By Charlie Lagasca
Saturday, November 1, 2008 [ philstar.com ]
SOLANO, Nueva Vizcaya – Not only the living, but even the dead are running out of land here.
For years, cemetery officials in this booming commercial town have been finding it increasingly difficult to find available vacant lots to bury the dead in the century-old public cemetery.
“Thousands of dead have already been buried there that it is difficult to find a place to bury your dead if you don’t have any relatives buried there. It’s difficult to estimate how many have already been buried there through the years,” municipal engineer Nestor Gonzaga said.
With the coming generations in mind, and even though congestion problems in the present cemetery would not immediately be solved, the municipal government recently began work for a new 21,000-square-meter cemetery in a nearby village.
Mayor Philip Dacayo said it has been a traffic nightmare at the 40,000-square-meter public cemetery in Barangay Roxas every All Saints’ Day.

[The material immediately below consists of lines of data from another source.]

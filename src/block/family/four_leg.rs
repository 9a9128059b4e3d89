//! Perfect tensors with four legs: pairs of orthogonal Latin squares, and six levels.

use super::perfect_parts::{self, Recipe, field_of};
use super::{Family, Legs, latin_squares, six_level};
use crate::block::existence::obstruction;
use crate::block::{Block, BlockError, PrimePart, Request, Stabilizer};
use crate::field::factorise;

pub(super) const FAMILY: Family = Family {
    name: "four-leg",
    legs: Legs::Exactly(4),
    dimensions: "every D >= 3",
    construction: "T[i,j,L(i,j),M(i,j)] = 1 for two orthogonal Latin squares L, M; at D = 6 \
                   roots of unity",
    source: "Phys. Rev. A 72, 012314 (2005)",
    stabilizer: "over GF(q) for each prime power q of D, where D is not 2 modulo 4",
    isometric: "all",
    options: &[],
    make,
};

fn make(request: &Request) -> Result<Block, BlockError> {
    let d = request.one_dimension()?;
    if let Some(refusal) = obstruction(4, d).and_then(|e| e.refusal(4, d)) {
        return Err(refusal);
    }
    let known = constructions(d);
    let choice = match &request.construction {
        None => known.first().ok_or(BlockError::NoConstruction { legs: 4, dimension: d })?.0,
        Some(name) => known.iter().find(|(n, _)| n == name).map(|(n, _)| *n).ok_or_else(|| {
            BlockError::UnknownConstruction {
                family: "four-leg".to_owned(),
                dimension: d,
                name: name.clone(),
                known: known.iter().map(|k| k.0).collect::<Vec<_>>().join(", "),
            }
        })?,
    };
    let (name, build) = known.into_iter().find(|k| k.0 == choice).expect("chosen from the list");
    build(d).map(|b| b.named(format!("four-leg ({name})")))
}

pub(in crate::block) type Build = fn(usize) -> Result<Block, BlockError>;

/// The constructions that yield dimension d, the preferred one first.
pub(in crate::block) fn constructions(d: usize) -> Vec<(&'static str, Build)> {
    let mut out: Vec<(&'static str, Build)> = Vec::new();
    if d == 6 {
        out.push(("cube-roots", six_level::cube_roots));
        out.push(("quadratic", six_level::quadratic));
        out.push(("quadratic-mixed", six_level::quadratic_mixed));
    }
    let factors = factorise(d as u64);
    if d == 1 || factors.iter().all(|&(p, m)| p.pow(m) >= 3) {
        out.push(("linear-squares", linear_squares));
        out.push(("graph", graph));
    }
    if d % 2 == 1 && d > 1 {
        out.push(("cyclic-squares", latin_squares::cyclic));
    }
    if d == 10 || d == 14 {
        out.push(("difference-matrix", latin_squares::difference_matrix));
    }
    if latin_squares::wilson_reaches(d) {
        out.push(("wilson", latin_squares::wilson));
    }
    out
}

/// T[i,j,i+j,i+a·j] = 1 over GF(q), a ∉ {0, 1} (2 for odd primes, the generator x for
/// proper powers), and the product over the prime powers of d.
fn linear_squares(d: usize) -> Result<Block, BlockError> {
    let mut parts = Vec::new();
    for (p, m) in factorise(d as u64) {
        let field = field_of(p, m);
        let a = if m == 1 { 2 } else { field.generator() };
        parts.push(PrimePart::from_field_code(&field, &[vec![1, 0, 1, 1], vec![0, 1, 1, a]]));
    }
    Stabilizer::new(parts).into_perfect("four-leg", 4, d)
}

/// A weighted graph on four vertices, over every prime power of d.
fn graph(d: usize) -> Result<Block, BlockError> {
    let request = Request::new("four-leg", vec![d; 4]);
    perfect_parts::product(&request, |n, q| perfect_parts::graph(n, q).map(Recipe::Graph))
}
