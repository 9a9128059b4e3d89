//! Perfect tensors with five to eight legs from weighted graphs over finite fields.

use super::perfect_parts::{Recipe, graph, product, recipe, settle};
use super::{Family, Legs};
use crate::block::{Block, BlockError, Request};

pub(super) const FIVE: Family = Family {
    name: "five-leg",
    legs: Legs::Exactly(5),
    dimensions: "every D >= 2",
    construction: "graph state of the ring of five",
    source: "recomputed: all determinantal divisors of every bipartition are 1",
    stabilizer: "over GF(q), q the prime powers of D",
    isometric: "all",
    options: &[],
    make,
};

pub(super) const SIX: Family = Family {
    name: "six-leg",
    legs: Legs::Exactly(6),
    dimensions: "every D >= 2",
    construction: "graph state of six vertices joined at cyclic distances 2 and 3",
    source: "recomputed: every off-diagonal 3 x 3 minor is 1 or -1",
    stabilizer: "over GF(q), q the prime powers of D",
    isometric: "all",
    options: &[],
    make,
};

pub(super) const SEVEN: Family = Family {
    name: "seven-leg",
    legs: Legs::Exactly(7),
    dimensions: "products of odd prime powers and of 4, 8, 16, ...",
    construction: "circulant graph states (graph); MDS codes from q = 7 on (mds)",
    source: "recomputed by ranks; codes arXiv:1701.03359",
    stabilizer: "over GF(q), q the prime powers of D",
    isometric: "all",
    options: &[],
    make,
};

pub(super) const EIGHT: Family = Family {
    name: "eight-leg",
    legs: Legs::Exactly(8),
    dimensions: "products of prime powers from 5 on",
    construction: "double-circulant graph states (graph, at 5, 7, 8, 9); MDS codes from q = 7 \
                   on (mds)",
    source: "recomputed by ranks; codes arXiv:1701.03359",
    stabilizer: "over GF(q), q the prime powers of D",
    isometric: "all",
    options: &[],
    make,
};

/// `graph` and `mds` as constructions; without a choice, what exists, graphs first.
pub(super) fn make(request: &Request) -> Result<Block, BlockError> {
    let d = request.one_dimension()?;
    let n = request.dims.len();
    settle(n, d)?;
    match request.construction.as_deref() {
        None => product(request, recipe),
        Some("graph") => product(request, |n, q| graph(n, q).map(Recipe::Graph)),
        Some("mds") => product(request, |n, q| (q + 1 >= n as u64).then_some(Recipe::Code)),
        Some(other) => Err(BlockError::UnknownConstruction {
            family: request.family.clone(),
            dimension: d,
            name: other.to_owned(),
            known: "graph, mds".to_owned(),
        }),
    }
}
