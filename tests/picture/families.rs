//! Small networks of every shape that a picture must cope with.

use super::patch::blank;
use lierne::network::{Layout, Network, NetworkBuilder};

/// Builds a network from hyperedges: each entry names a label and the tensors on it. Labels
/// on one tensor go to the boundary in the order given, unless their name begins with `k`
/// (bulk).
pub fn build(name: &str, tensors: usize, labels: &[(String, Vec<usize>)]) -> Network {
    build_placed(name, tensors, labels, Layout::default())
}

pub fn build_placed(
    name: &str,
    tensors: usize,
    labels: &[(String, Vec<usize>)],
    layout: Layout,
) -> Network {
    let mut b = NetworkBuilder::new(name);
    let mut legs = vec![Vec::new(); tensors];
    let (mut boundary, mut bulk) = (Vec::new(), Vec::new());
    for (text, holders) in labels {
        let label = b.label(text, 2);
        for &t in holders {
            legs[t].push(label);
        }
        if holders.len() == 1 {
            if text.starts_with('k') { bulk.push(label) } else { boundary.push(label) }
        }
    }
    for own in &legs {
        b.tensor(None, own, &blank(own.len())).expect("legs as many as dims");
    }
    b.boundary(boundary);
    b.bulk(bulk);
    b.layout(layout);
    b.finish().expect("a sound network")
}

fn label(text: impl Into<String>, holders: &[usize]) -> (String, Vec<usize>) {
    (text.into(), holders.to_vec())
}

/// A complete binary tree with `depth` levels below the root, two boundary legs a leaf.
pub fn tree(depth: u32) -> Network {
    let n = (1usize << (depth + 1)) - 1;
    let mut labels = vec![label("k0", &[0])];
    for t in 1..n {
        labels.push(label(format!("x{t}"), &[(t - 1) / 2, t]));
    }
    for t in (1 << depth) - 1..n {
        labels.push(label(format!("a{t}"), &[t]));
        labels.push(label(format!("b{t}"), &[t]));
    }
    build(&format!("binary tree, {depth} levels"), n, &labels)
}

pub fn chain(n: usize) -> Network {
    let mut labels: Vec<_> = (1..n).map(|t| label(format!("x{t}"), &[t - 1, t])).collect();
    labels.extend((0..n).map(|t| label(format!("b{t}"), &[t])));
    build(&format!("chain of {n}"), n, &labels)
}

/// A loop of `n` tensors with two boundary legs each.
pub fn ring(n: usize) -> Network {
    let mut labels: Vec<_> = (0..n).map(|t| label(format!("x{t}"), &[t, (t + 1) % n])).collect();
    for t in 0..n {
        labels.push(label(format!("a{t}"), &[t]));
        labels.push(label(format!("b{t}"), &[t]));
    }
    build(&format!("loop of {n}"), n, &labels)
}

/// An open square lattice with no boundary; `places` and `periodic` at will.
pub fn lattice(w: usize, h: usize, periodic: bool, places: bool) -> Network {
    let at = |x: usize, y: usize| (y % h) * w + x % w;
    let mut labels = Vec::new();
    for y in 0..h {
        for x in 0..w {
            if x + 1 < w || periodic {
                labels.push(label(format!("h{x}.{y}"), &[at(x, y), at(x + 1, y)]));
            }
            if y + 1 < h || periodic {
                labels.push(label(format!("v{x}.{y}"), &[at(x, y), at(x, y + 1)]));
            }
        }
    }
    let mut layout = Layout::default();
    if places {
        layout.place = (0..w * h).map(|t| [(t % w) as f64, (t / w) as f64]).collect();
    }
    let name = format!("{w} by {h}{}", if periodic { ", periodic" } else { "" });
    build_placed(&name, w * h, &labels, layout)
}

/// A lattice with boundary legs all round, counter-clockwise.
pub fn patch_with_legs(w: usize, h: usize) -> Network {
    let at = |x: usize, y: usize| y * w + x;
    let mut labels = Vec::new();
    for y in 0..h {
        for x in 0..w {
            if x + 1 < w {
                labels.push(label(format!("h{x}.{y}"), &[at(x, y), at(x + 1, y)]));
            }
            if y + 1 < h {
                labels.push(label(format!("v{x}.{y}"), &[at(x, y), at(x, y + 1)]));
            }
            labels.push(label(format!("k{x}.{y}"), &[at(x, y)]));
        }
    }
    labels.extend((0..w).map(|x| label(format!("s{x}"), &[at(x, 0)])));
    labels.extend((0..h).map(|y| label(format!("e{y}"), &[at(w - 1, y)])));
    labels.extend((0..w).rev().map(|x| label(format!("n{x}"), &[at(x, h - 1)])));
    labels.extend((0..h).rev().map(|y| label(format!("w{y}"), &[at(0, y)])));
    build(&format!("{w} by {h} with legs"), w * h, &labels)
}

/// The Petersen graph, a boundary leg on each outer tensor, one hyperedge, a double bond and
/// a separate pair.
pub fn odd() -> Network {
    let mut labels = Vec::new();
    for k in 0..5 {
        labels.push(label(format!("o{k}"), &[k, (k + 1) % 5]));
        labels.push(label(format!("s{k}"), &[k, k + 5]));
        labels.push(label(format!("i{k}"), &[k + 5, (k + 2) % 5 + 5]));
        labels.push(label(format!("b{k}"), &[k]));
    }
    labels.push(label("hyper", &[0, 6, 8]));
    labels.push(label("twin", &[0, 1]));
    labels.push(label("pair", &[10, 11]));
    labels.push(label("k", &[11]));
    labels.push(label("c", &[10]));
    build("odds and ends", 12, &labels)
}

pub fn complete(n: usize) -> Network {
    let labels: Vec<_> =
        (0..n).flat_map(|a| (a + 1..n).map(move |b| label(format!("x{a}.{b}"), &[a, b]))).collect();
    build(&format!("complete graph of {n}"), n, &labels)
}

/// A circulant graph: deterministic, not planar.
pub fn circulant(n: usize, steps: &[usize]) -> Network {
    let labels: Vec<_> = (0..n)
        .flat_map(|a| steps.iter().map(move |s| label(format!("x{a}.{s}"), &[a, (a + s) % n])))
        .collect();
    build(&format!("circulant of {n}"), n, &labels)
}

pub fn all() -> Vec<Network> {
    vec![
        tree(3),
        tree(6),
        chain(6),
        ring(3),
        ring(5),
        lattice(6, 4, false, false),
        lattice(5, 4, true, true),
        lattice(6, 5, true, false),
        patch_with_legs(4, 3),
        odd(),
        complete(7),
        circulant(40, &[1, 9]),
        build("one tensor", 1, &[label("a", &[0]), label("b", &[0]), label("k", &[0])]),
        build("two tensors", 2, &[label("a", &[0]), label("x", &[0, 1]), label("b", &[1])]),
        build("nothing", 0, &[]),
    ]
}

“The town cemetery has become so crowded that in the past, relatives were burying their dead on top of each other,” said Gonzaga.
The site for the new cemetery was bought for P1.5 million in nearby Curifang village, Gonzaga said, adding it would be ready for use next year.

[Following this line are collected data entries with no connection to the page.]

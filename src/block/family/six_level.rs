//! Four legs of six levels, where no two orthogonal Latin squares exist.
//!
//! All are diagonal in a basis of maximally entangled pairs with phases that are roots of
//! unity, and all are proven in Z\[z\], z = exp(2πi/6).

use crate::block::exact::{Exact, ExactValues};
use crate::block::stabilizer_tensor::{first_failure, legs_of};
use crate::block::{Block, BlockError, IsometryTable, Proof};

/// Exponents of w = exp(2πi/3), found and proven here.
const CUBE_ROOTS: [[u32; 6]; 6] = [
    [0, 0, 0, 1, 0, 2],
    [2, 1, 2, 1, 2, 2],
    [2, 2, 1, 2, 0, 2],
    [1, 2, 0, 0, 2, 2],
    [2, 2, 0, 1, 1, 0],
    [1, 2, 2, 1, 0, 1],
];

/// T\[i,j,k,l\] = (1/6) Σ_q w^{E\[p\]\[q\]} z^{q(k−l)} where i−k = j−l = p modulo 6, else 0, with
/// z = exp(2πi/6): 180 entries.
pub(super) fn cube_roots(_: usize) -> Result<Block, BlockError> {
    let mut sums = Sums::new();
    for (p, row) in CUBE_ROOTS.iter().enumerate() {
        for k in 0..6 {
            for l in 0..6 {
                for (q, &root) in row.iter().enumerate() {
                    let e = 2 * root as usize + q * (k + 6 - l);
                    sums.add([(k + p) % 6, (l + p) % 6, k, l], e);
                }
            }
        }
    }
    prove("four-leg", sums.into_exact())
}

/// U = Σ λ_W |W⟩⟨W| over the products W of Pauli operators X^{a₁}Z^{a₂} of the two-level part
/// and X^xZ^y of the three-level part (level = 3·first + second), |W⟩ = (W ⊗ 1) Σ|kk⟩/√6,
/// read as T\[i,j,k,l\] = ⟨ij|U|kl⟩. With w = exp(2πi/3) and t = 0, 1, 2 for a = 01, 10, 11:
/// λ = w^{x²+y²} at a = 00 and w^{t²+x²−y²+ty} elsewhere (found by hand in the spirit of
/// arXiv:2504.15401; proven here).
pub(super) fn quadratic(_: usize) -> Result<Block, BlockError> {
    pauli_diagonal(|t, x, y| t * t + x * x + 2 * y * y + t * y)
}

/// As [`quadratic`], with λ = w^{2t²+xy+tx+ty} where a ≠ 00.
pub(super) fn quadratic_mixed(_: usize) -> Result<Block, BlockError> {
    pauli_diagonal(|t, x, y| 2 * t * t + x * y + t * x + t * y)
}

fn pauli_diagonal(elsewhere: fn(usize, usize, usize) -> usize) -> Result<Block, BlockError> {
    let mut sums = Sums::new();
    for a in 0..4 {
        let (a1, a2) = (a / 2, a % 2);
        for x in 0..3 {
            for y in 0..3 {
                let cube = if a == 0 { x * x + y * y } else { elsewhere(a - 1, x, y) };
                // ⟨ij|W⟩ is non-zero where i is j shifted, with phase (−1)^{a₂j₁} w^{y·j₂}.
                let column = |j: usize| {
                    let (j1, j2) = (j / 3, j % 3);
                    ((j1 + a1) % 2 * 3 + (j2 + x) % 3, 3 * a2 * j1 + 2 * y * j2)
                };
                for j in 0..6 {
                    for l in 0..6 {
                        let ((i, e), (k, f)) = (column(j), column(l));
                        sums.add([i, j, k, l], 2 * cube + e + 36 - f % 6);
                    }
                }
            }
        }
    }
    prove("four-leg", sums.into_exact())
}

/// Sums of sixth roots of unity, one a place of a 6 × 6 × 6 × 6 array, to be divided by 6.
struct Sums(Vec<[i64; 6]>);

impl Sums {
    fn new() -> Self {
        Self(vec![[0; 6]; 1296])
    }
    fn add(&mut self, place: [usize; 4], exponent: usize) {
        let at = place.iter().fold(0, |i, v| 6 * i + v);
        self.0[at][exponent % 6] += 1;
    }
    fn into_exact(self) -> Exact {
        let mut index = Vec::new();
        let mut value = Vec::new();
        for (at, sum) in self.0.into_iter().enumerate() {
            // Over the basis 1, z with z² = z − 1.
            let one = sum[0] - sum[2] - sum[3] + sum[5];
            let z = sum[1] + sum[2] - sum[4] - sum[5];
            let terms: Vec<(u32, i64)> =
                [(0, one), (1, z)].into_iter().filter(|t| t.1 != 0).collect();
            if !terms.is_empty() {
                index.push(at as u64);
                value.push(terms);
            }
        }
        Exact {
            dims: vec![6; 4],
            root: 6,
            scale_squared: (1, 36),
            index,
            value: ExactValues::Sums(value),
        }
    }
}

/// Proves all splits in exact integers and makes the block.
fn prove(name: &str, exact: Exact) -> Result<Block, BlockError> {
    let legs = exact.dims.len();
    if let Some(mask) = first_failure(legs, |m| exact.is_isometry(m)) {
        return Err(BlockError::ProofFailed { family: name.to_owned(), legs: legs_of(mask) });
    }
    let nonzeros = exact.len() as u128;
    let dims = exact.dims.clone();
    let table = IsometryTable::perfect(legs);
    let block = Block::exact_lazy(name, dims, table, None, nonzeros, move || exact.clone());
    Ok(block.proven(Proof::Cyclotomic))
}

“We are already preparing the cemetery for the coming years, especially with the exceedingly high cost of lots in nearby private cemeteries,” said Dacayo.
He said they foresee the new cemetery to be more like a memorial park, but affordable to the poor.
“We will be charging only a minimal fee for the use of lots in the new cemetery. For only around P1,500, a family could use their cemetery lot for a 10-year period,” he said.
The municipal cemetery is much cheaper than commercial memorial parks here which charge as much as P20,000 for a two-by-four-meter lot, which poor residents can hardly afford.